Je vous avoue que j’étais en mode bac à sable pour ces premiers essais. Dans ce type de partie, on a toutes les pièces du jeu à disposition. C’est donc sur une sorte de Lego complexe que l’on joue. Mais il y a plus difficile. Deux modes réalistes donnent vraiment du piment à la chose. Dans le premier, on gère son niveau de science. Petit à petit, au fur et à mesure des réussites, on trouve de nouvelles pièces. Je conseille vivement ce mode. En effet, il permet de découvrir chaque partie des fusées ou des avions une à une et de les apprécier toutes à leur juste valeur. Vient ensuite le mode hardcore où non seulement on doit gérer son niveau de science mais également l’économie, les sponsors, la réputation. Là, en gros, il est exclu de faire la moindre erreur sous peine de faillite. Avant même de lancer le moindre vol, c’est déjà compliqué.

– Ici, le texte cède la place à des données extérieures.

#[tokio::test]
async fn every_cell_of_the_grid_answers_and_the_registry_survives_a_restart() {
    let dir = tempfile::tempdir().unwrap();
    let server = support::start(dir.path()).await;
    let mut registry = server.registry_client();
    let mut attributions = server.attributions_client();

    let grouped = grouped_linear("screening");
    let first = registry
        .register_model(grouped.clone())
        .await
        .unwrap()
        .into_inner();
    assert_eq!(first.version, 1);
    assert_eq!(first.players, vec!["income", "debt", "rent"]);
    let second = registry
        .register_model(grouped.clone())
        .await
        .unwrap()
        .into_inner();
    assert_eq!(second.version, 2);
    assert_eq!(
        first.checksum, second.checksum,
        "same registration, same checksum"
    );
    let trees = registry
        .register_model(stumps("stumps", 3, 24))
        .await
        .unwrap()
        .into_inner();
    assert_eq!(trees.model_kind, "trees");
    // What preparation derived (here the stumps summarised against their
    // background, and the background statistics) is reported as the
    // server's own prepared model measures it (common practice, no source).
    let prepared = server.registry.get("stumps", 1).unwrap();
    assert_eq!(
        trees.prepared_bytes,
        prepared.prepared().derived_bytes() as u64
    );
    assert!(trees.prepared_bytes > 0 && trees.preparation_ms > 0.0);

    let x = vec![0.7, -1.2, 0.4, 1.5];
    let dataset = random_matrix(6, 4, 9);
    let labels = vec![0.0, 1.0, 1.0, 0.0, 1.0, 0.0];
    let targets = [
        proto::Target::Output,
        proto::Target::Probability,
        proto::Target::Loss,
        proto::Target::DatasetLoss,
    ];
    for removal in REMOVALS {
        for target in targets {
            for summary in 0..7 {
                let mut request = explain_request("screening", x.clone());
                request.removal = removal as i32;
                request.target = target as i32;
                request.draws = if matches!(
                    removal,
                    proto::Removal::Independent | proto::Removal::ConditionalGaussian
                ) {
                    8
                } else {
                    0
                };
                match target {
                    proto::Target::Loss => request.label = Some(1.0),
                    proto::Target::DatasetLoss => {
                        request.dataset = Some(dataset.clone());
                        request.dataset_labels = labels.clone();
                    }
                    _ => {}
                }
                let efficient = set_summary(&mut request, summary);
                let cell = format!("{removal:?} × {target:?} × summary {summary}");
                let answer = attributions
                    .explain(request)
                    .await
                    .unwrap_or_else(|s| panic!("{cell}: {}", s.message()))
                    .into_inner();
                let names: Vec<&str> = answer
                    .attributions
                    .iter()
                    .map(|a| a.name.as_str())
                    .collect();
                assert_eq!(names, ["income", "debt", "rent"], "{cell}");
                assert!(
                    answer.attributions.iter().all(|a| a.value.is_finite()),
                    "{cell}"
                );
                // Exact over 8 coalitions; the random removals' draws leave
                // std errors, converged only within the default tolerance
                // (the proto's rule for tolerance = 0).
                if matches!(
                    removal,
                    proto::Removal::Independent | proto::Removal::ConditionalGaussian
                ) {
                    let (full, empty) = (answer.value_full, answer.value_empty);
                    let scale = (full - empty).abs().max(1e-3 * full.abs().max(empty.abs()));
                    let tolerance = 0.01 * scale;
                    let within = answer.attributions.iter().all(|a| a.std_error <= tolerance);
                    assert_eq!(answer.converged, within, "{cell}");
                    assert!(
                        answer.attributions.iter().any(|a| a.std_error > 0.0),
                        "{cell}: removal noise is reported"
                    );
                } else {
                    assert!(answer.converged, "{cell}: 8 coalitions fit a 10 s budget");
                }
                assert_eq!(answer.version, 2, "{cell}: version 0 is the latest");
                if efficient {
                    // Efficiency of the Shapley value and the constrained fit
                    // (NeurIPS 2017, "A unified approach to interpreting
                    // model predictions").
                    let sum: f64 = answer.attributions.iter().map(|a| a.value).sum();
                    let spread = answer.value_full - answer.value_empty;
                    assert!((sum - spread).abs() < 1e-9, "{cell}: {sum} vs {spread}");
                    assert!(answer.efficiency_gap.abs() < 1e-9, "{cell}");
                }
                if summary == 6 {
                    assert!(
                        !answer.selected.is_empty(),
                        "{cell}: selection lists its players"
                    );
                }
            }
        }
    }

    // The closed form for a linear model under marginal removal of the raw
    // output, φ_i = Σ_{j∈i} w_j (x_j − mean z_j) (NeurIPS 2017), and the
    // principal reasons: the adverse players with a statement, largest first
    // (12 CFR part 1002, Supplement I, comment 9(b)(2)-1).
    let answer = attributions
        .explain(explain_request("screening", x.clone()))
        .await
        .unwrap()
        .into_inner();
    let background = grouped.background.clone().unwrap();
    let mean: Vec<f64> = (0..4)
        .map(|j| (0..24).map(|r| background.values[r * 4 + j]).sum::<f64>() / 24.0)
        .collect();
    let w = weights(4);
    let term = |j: usize| w[j] * (x[j] - mean[j]);
    let expected = [term(0), term(1) + term(2), term(3)];
    for (attribution, expected) in answer.attributions.iter().zip(expected) {
        assert!(
            (attribution.value - expected).abs() < 1e-12,
            "{attribution:?} vs {expected}"
        );
        assert_eq!(attribution.std_error, 0.0);
    }
    let mut adverse: Vec<(usize, f64)> = expected
        .iter()
        .copied()
        .enumerate()
        .filter(|(_, v)| *v < 0.0)
        .collect();
    adverse.sort_by(|a, b| a.1.total_cmp(&b.1));
    let names = ["income", "debt", "rent"];
    let listed: Vec<&str> = answer.reasons.iter().map(|r| r.name.as_str()).collect();
    let wanted: Vec<&str> = adverse.iter().map(|(i, _)| names[*i]).collect();
    assert_eq!(listed, wanted);
    assert!(
        answer
            .reasons
            .iter()
            .all(|r| r.confident && r.reason_code.starts_with("R-"))
    );

    // Brute-force Shapley on the marginal PROBABILITY game.
    let mut probability = explain_request("screening", x.clone());
    probability.target = proto::Target::Probability as i32;
    let answer = attributions
        .explain(probability)
        .await
        .unwrap()
        .into_inner();
    let game = marginal_probability_game(&w, 0.2, &x, &background, &[0, 1, 1, 2], 3);
    let reference = brute_shapley(&game, 3);
    for (attribution, expected) in answer.attributions.iter().zip(&reference) {
        assert!(
            (attribution.value - expected).abs() < 1e-12,
            "{attribution:?} vs {expected}"
        );
    }
    assert!((answer.value_full - game[7]).abs() < 1e-12);
    assert!((answer.value_empty - game[0]).abs() < 1e-12);

    // Invalid cells, each refused naming its field.
    let tree_x = vec![0.3, -0.4, 1.0];
    let mut request = explain_request("stumps", tree_x.clone());
    request.target = proto::Target::Probability as i32;
    assert_invalid(attributions.explain(request).await, "target");
    let mut request = explain_request("screening", x.clone());
    request.target = proto::Target::Loss as i32;
    assert_invalid(attributions.explain(request).await, "label");
    let mut request = explain_request("screening", x.clone());
    request.target = proto::Target::Loss as i32;
    request.label = Some(3.0);
    assert_invalid(attributions.explain(request).await, "label");
    let mut request = explain_request("screening", x.clone());
    request.fixed_values = vec![0.0; 4];
    assert_invalid(attributions.explain(request).await, "fixed_values");
    let mut request = explain_request("screening", x.clone());
    request.removal = proto::Removal::Fixed as i32;
    request.fixed_values = vec![0.0; 3];
    assert_invalid(attributions.explain(request).await, "fixed_values");
    let mut request = explain_request("screening", x.clone());
    request.summary = proto::Summary::Banzhaf as i32;
    request.estimator = proto::Estimator::Permutation as i32;
    assert_invalid(attributions.explain(request).await, "estimator");
    let mut request = explain_request("stumps", tree_x.clone());
    request.removal = proto::Removal::ConditionalGaussian as i32;
    request.estimator = proto::Estimator::TreeExact as i32;
    assert_invalid(attributions.explain(request).await, "estimator");
    let mut request = explain_request("screening", x.clone());
    request.summary = proto::Summary::Selection as i32;
    assert_invalid(attributions.explain(request).await, "selection_fraction");
    let mut request = explain_request("screening", x.clone());
    request.kernel = proto::Kernel::Exponential as i32;
    assert_invalid(attributions.explain(request).await, "kernel");
    let mut request = explain_request("screening", x.clone());
    request.summary = proto::Summary::LinearFit as i32;
    request.kernel = proto::Kernel::Exponential as i32;
    assert_invalid(attributions.explain(request).await, "kernel_width");
    let mut request = explain_request("screening", x.clone());
    request.removal = proto::Removal::ConditionalGaussian as i32;
    request.draws = 3;
    assert_invalid(attributions.explain(request).await, "draws");
    let mut request = explain_request("screening", x.clone());
    request.target = proto::Target::DatasetLoss as i32;
    assert_invalid(attributions.explain(request).await, "dataset");
    let mut request = explain_request("screening", x.clone());
    request.target = proto::Target::DatasetLoss as i32;
    request.dataset = Some(dataset.clone());
    request.dataset_labels = vec![1.0];
    assert_invalid(attributions.explain(request).await, "dataset_labels");

    // Well-formed requests the registered model cannot serve are the
    // model's limit, not the caller's mistake: FAILED_PRECONDITION (gRPC
    // status code guide). An output that overflows to infinity for this
    // instance names `model`.
    let mut request = explain_request("screening", vec![-1e308, -1e308, 1e308, 1e308]);
    request.removal = proto::Removal::Fixed as i32;
    let status = attributions.explain(request).await.unwrap_err();
    assert_eq!(
        status.code(),
        Code::FailedPrecondition,
        "{}",
        status.message()
    );
    assert!(
        status.message().starts_with("model:"),
        "{}",
        status.message()
    );

    // List, delete, restart.
    let listed = registry
        .list_models(proto::ListModelsRequest {})
        .await
        .unwrap()
        .into_inner();
    let keys: Vec<(String, u64)> = listed
        .models
        .iter()
        .map(|m| (m.model_id.clone(), m.version))
        .collect();
    assert_eq!(
        keys,
        [
            ("screening".into(), 1),
            ("screening".into(), 2),
            ("stumps".into(), 1)
        ]
    );
    let deleted = registry
        .delete_model(proto::DeleteModelRequest {
            model_id: "stumps".into(),
            version: 0,
        })
        .await
        .unwrap()
        .into_inner();
    assert_eq!(deleted.deleted, 1);
    let gone = registry
        .get_model(proto::GetModelRequest {
            model_id: "stumps".into(),
            version: 0,
        })
        .await
        .unwrap_err();
    assert_eq!(gone.code(), Code::NotFound);
    let acknowledged = registry
        .list_models(proto::ListModelsRequest {})
        .await
        .unwrap()
        .into_inner();
    server.stop().await;

    let server = support::start(dir.path()).await;
    let mut registry = server.registry_client();
    let reopened = registry
        .list_models(proto::ListModelsRequest {})
        .await
        .unwrap()
        .into_inner();
    assert_eq!(reopened.models.len(), acknowledged.models.len());
    for (before, after) in acknowledged.models.iter().zip(&reopened.models) {
        assert_eq!(
            (&before.model_id, before.version),
            (&after.model_id, after.version)
        );
        assert_eq!(before.checksum, after.checksum);
        assert_eq!(before.features, after.features);
    }
    let third = registry.register_model(grouped).await.unwrap().into_inner();
    assert_eq!(third.version, 3, "versions continue after a restart");
    server.stop().await;
}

Ce qui pourra faire tiquer certains, ce sont les graphismes. Les amateurs de pixels tirés à quatre épingles qui viennent d’investir dans un PC à 2.000 balles pour jouer décemment aux productions Ubisoft, au hasard, et à GTA vont peut-être faire la grimace. On ne va pas se mentir, c’’est assez moche. Bien que l’on trouve de nombreux mods enrichissant un peu les choses, on est quand même dans un développement vieux de quatre ans. Mais je crois que le temps de développement et l’année de sortie n’y sont pour rien. Kerbal aurait été exactement le même dans 10 ans. C’est épuré, ça va directement à l’’essentiel, on n’en demandait pas d’avantage. Et je pense que des graphismes haut de gamme, nécessitant un système 64 bits, n’auraient pas été une plus-value. Celui qui fait l’effort de monter dans le vaisseau Kerbal ne recherche absolument pas une claque graphique mais la satisfaction d’avoir déjoué un problème d’angle pour une mise en orbite ou de quantité de carburant pour un aller-retour sur une planète lointaine.
Je viens de vous parler des mods. C’est tout de même un signe qui ne trompe pas pour prendre la température du succès d’un jeu. Au moment où j’écris ces lignes, ce sont 486 mods différents qui sont disponibles sur Curse.com pour enrichir ou compléter KSP. Il en existe de très nombreuses sortes, histoire de simplifier la vie du joueur qui de toute façon en a vraiment besoin, du moins au début. Ces simplifications peuvent se présenter sous forme d’un changement d’interface comme le Docking Port Alignment ou de nouveaux composants pour fusée, les Part Packs. Je vous conseille cependant de jouer quelques semaines façon old school, avec uniquement les outils prévu au départ par le jeu, ne serait-ce que pour profiter de ce qu’apporte chaque add-on.
Kerbal Space Program 1.0 : en conclusion
Kerbal, c’est clairement le jeu qui restera installé des années sur le PC. Parce que les nouveautés vont inévitablement pleuvoir régulièrement que ce soit grâce au contenu de l’éditeur ou au travail de la communauté. Le thème de la conquête spatiale a toujours fasciné. Là, on plonge dedans non pas du point de vue de Chuck Yeager, d’Alan Shepard ou de John Glenn, pour ceux qui ont vu L’étoffe des héros, mais du point de vue de l’ingénieur. Un point de vue rare auquel personne ne s’était adressé depuis Minecraft.